To do: Give back exactly the line containing "public static SimulationOptions" together with all the lines after it, ending at the final line below.

Raw data:
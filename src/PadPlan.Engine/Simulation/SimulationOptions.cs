namespace PadPlan.Simulation;

/// <summary>How to find and run the simulator: an explicit ngspice path (else the PADPLAN_NGSPICE environment variable, else PATH) and a time limit.</summary>
public sealed record SimulationOptions(string? NgspicePath = null, TimeSpan? TimeLimit = null, bool Off = false)
{
    /// <summary>The environment variable that names the ngspice program when no option does.</summary>
    public const string EnvironmentVariable = "PADPLAN_NGSPICE";

    /// <summary>The longest one operating point may take; a small board needs well under a second.</summary>
    public static readonly TimeSpan DefaultTimeLimit = TimeSpan.FromSeconds(20);

    public static SimulationOptions Default { get; } = new();

    public TimeSpan Limit => TimeLimit ?? DefaultTimeLimit;
}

Solved problem:
    public static SimulationOptions Default { get; } = new();

    public TimeSpan Limit => TimeLimit ?? DefaultTimeLimit;
}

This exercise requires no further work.